Step 2: perform the finite sum

Doing the sum under the integral gives the integrand

$$i(n) = \frac{y^2 \left(\left(y^2-1\right) x^{n+1} y^{2 n}-x y^{2 n+2}+y^{2 n}+x-1\right)}{(x-1) \left(y^2-1\right) \left(x y^2-1\right)}$$

Step 3: form the g.f. with the Integrand

Before integrating we first form the g.f. under the integral

$$i_g(z) = \sum_{n=1}^\infty i(n) z^n = -\frac{y^2 z}{(z-1) \left(y^2 z-1\right) \left(x y^2 z-1\right)}$$

Step 4: do the integration (in an appropriate order)

Now we do the $x$-integral

$$i_{g,x}(z)= \int_0^1 i_g(z) \,dx = -\frac{\log \left(1-y^2 z\right)}{(1-z) \left(1-y^2 z\right)}$$

and finally the $y$-integral gives the g.f.

$$g(z)= \int_0^1 i_{g,x}(z) \,dy = \frac{1}{12 (z-1) \sqrt{z}} \left(-12 \text{Li}_2\left(\frac{\sqrt{z}-1}{\sqrt{z}+1}\right)+12 \tanh ^{-1}\left(\sqrt{z}\right)^2+12 \left(\log (4-4 z)-2 \log \left(\sqrt{z}+1\right)\right) \tanh ^{-1}\left(\sqrt{z}\right)-\pi ^2\right)$$

This is the desired closed form of the g.f.

The series expansion of $g(z)$ about $z=0$ starts like this

$$g(z) = \frac{z}{3} + \frac{19 z^2}{30}+ \frac{94 z^3}{105}+\frac{4259 z^4}{3780}+\frac{2774 z^5}{2079}+...$$

It has only positive integer powers of $z$ as it should, and it is easy to identify the coefficient of $z^n$ as the value of $p_2(n)$ by direct comparison (left as an easy exercise to the reader).

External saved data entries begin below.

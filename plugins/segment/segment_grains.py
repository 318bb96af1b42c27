"""Step ``segment-grains``: foreground, touching-grain splitting, labels.

1. Foreground: by default ``noise_k`` background sigmas above the background
   level (both measured once per frame from the background's histogram peak,
   below the grains' even where they cover most of the frame), so
   that faint grains (thin plates in bright-field contrast) are found; or
   the global Otsu threshold [1]_; or a local one (Gaussian-weighted local
   mean, or Sauvola [2]_) over ``local_block_nm``, never below the noise
   threshold. Frame-wide levels are computed once and passed to every tile.
2. Grain extent comes from the outline only: a closing of radius
   ``close_nm`` bridges facet lines that reach the outline, every hole is
   filled, so inner facet edges (bright or dark lines) never split a grain.
   The closing never crosses the lines of the discrete Voronoi diagram of
   the grain cores (connected pixels above ``gap_level``, and thresholded
   components without such a core; :func:`gap_lines`), which run through
   the background and, up to 4 px from a core, through the dim pixels that
   blur and the low noise threshold add between near grains: with a blur
   of about 1 px, grains 4 px or more apart stay apart. The outline is then moved, within a band of
   ``refine_nm`` on either side, to the ridge of the gradient magnitude by
   a two-marker watershed (the half-height point of a blurred step edge;
   close to the foot of a soft, thickness-graded edge), which keeps the ECD
   unbiased whatever the threshold; the Voronoi lines seed the background
   of that flood, so the gap between two near grains is background too.
   Components with an ECD under ``min_ecd_nm`` are dropped.
3. Touching grains (:mod:`grainhabit.plugins.segment.touching`): each connected component is
   cropped to its bounding box. A component whose deepest concavity (largest distance from the
   shape of a pixel of its convex hull) is at most ``max(2 px, split_depth * r_eq)``, with
   ``r_eq`` the equal-area radius, is one convex grain; it is divided only along a dark seam
   between two notches deeper than 2 px (grains face to face). Otherwise it is cut along a
   straight segment between two outline concavities (or from one concavity to the nearest
   outline point) where that crosses a neck: twice the shallower notch is at least 0.3 of the
   cut's length (a single notch at least as deep as the cut is long) and half the cut at most
   1.2 times the thicker part's inscribed radius, or the
   image along the cut is 15 % darker than both parts (a seam), or the component's concavity is over
   twice its allowance and the cut leaves two convex parts. The first such cut whose parts
   are convex, or can be cut again into convex parts, is kept; failing that the first such cut,
   its concave parts cut further where they can be (a chain falls apart at its necks). No part
   is smaller than a tenth of the component; at most 200 cuts are tried per component. If no
   cut crosses a neck, the distance transform is flooded by a marker-controlled watershed [3]_
   from its h-maxima (``h = f * d_max``, f = 0.5 ... 0.1), kept when its parts are convex and
   every line between two parts crosses a neck of the distance map (saddle at most 0.75 of the
   smaller part's peak). Drawn marks are judged on the whole component before any cut (a
   letter cut into convex pieces looks like grains), on the pieces after, and by their ink on
   the raw frame (:mod:`grainhabit.plugins.segment.annotations`); rows of text are looked for
   among the grains, the whole components and the marks already dropped, and the caption
   beside a dropped scale bar goes with it (:func:`~grainhabit.plugins.segment.mark_shapes.bar_captions`);
   a bar in the particles' own ink goes with its caption
   (:func:`~grainhabit.plugins.segment.mark_shapes.bars_with_captions`), and the pieces of
   letters inside the band of a dropped line with it
   (:func:`~grainhabit.plugins.segment.mark_shapes.line_pieces`, segment-grains 2.25).
4. Packed fields (:mod:`grainhabit.plugins.segment.packed`): before all of
   this, a frame of at most ``tile_px`` per side is tested, on the frame as
   read, for particles covering most of it with thin gaps between them (a
   close-packed monolayer, where the usual background tests take the
   particles' own level for background). Such a frame is divided at the
   saddles of the distance map of the particles' Otsu class instead, whatever
   polarity the preprocessing chose; its drawn marks are dropped by ink as
   below, and a note says so (``packed_fields: false`` turns the test off).
5. Seams (segment-grains 2.9, :mod:`grainhabit.plugins.segment.dark_seams`): after the
   splitting, a grain that is not convex, or is 1.8 times the frame's median grain or larger, is
   divided along the thin dark lines inside it (black top-hat) by a marker-controlled watershed,
   kept only where every boundary between its parts is 15 % darker than both and meets the outline
   in a notch (the edges between the facets of one crystal meet it at corners), and every part is
   convex; the note counts the grains divided.
6. Labels are numbered 1..n in row-major order of their first pixel, so a
   tiled run (see :mod:`grainhabit.plugins.segment.tiling`) numbers them as an untiled one.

Lemma: relation between generating functions

There is an interesting and useful relation between the g.f. of a series $a(n)$ and the g.f. of a finite sum of the series.

Let

$$g_a(z) = \sum_{n=1}^\infty a(n) z^n$$

$$s(n) = \sum_{k=1}^n a(k)$$

$$g_s(z) = \sum_{n=1}^\infty s(n) z^n$$

then

$$g_s(z) = \frac{1}{1-z} g_a(z)$$

The proof is easily found by interchanging the order of summation in $g_s(z)$

Here are some simple applications of the lemma.

Harmonic number

Taking $a(k)=1/k$ gives the generating function $g_a(z) = \sum_{k=1}^\infty \frac{z^k}{k} = - \log(1-z)$. Hence for the sum we get the g.f. $g_s(z) = \frac{g_a(z)}{1-z} = \frac{ - \log(1-z)}{1-z}$. Noticing thet the sum is just the harmonic number we have recovered the g.f. of the latter.

Iterated sums

Defining the $q$-fold iterated sum recursively by

$s(0,n) = a(n)$, $s(q+1,n) = \sum_{k=1}^n s(q,k)$

the g.f. of $s(q,n)$ is given by the simple formula

$$g(q,z) = \sum_{k=1}^\infty z^n s(q,n) = \frac{g(0,z)}{(1-z)^q}$$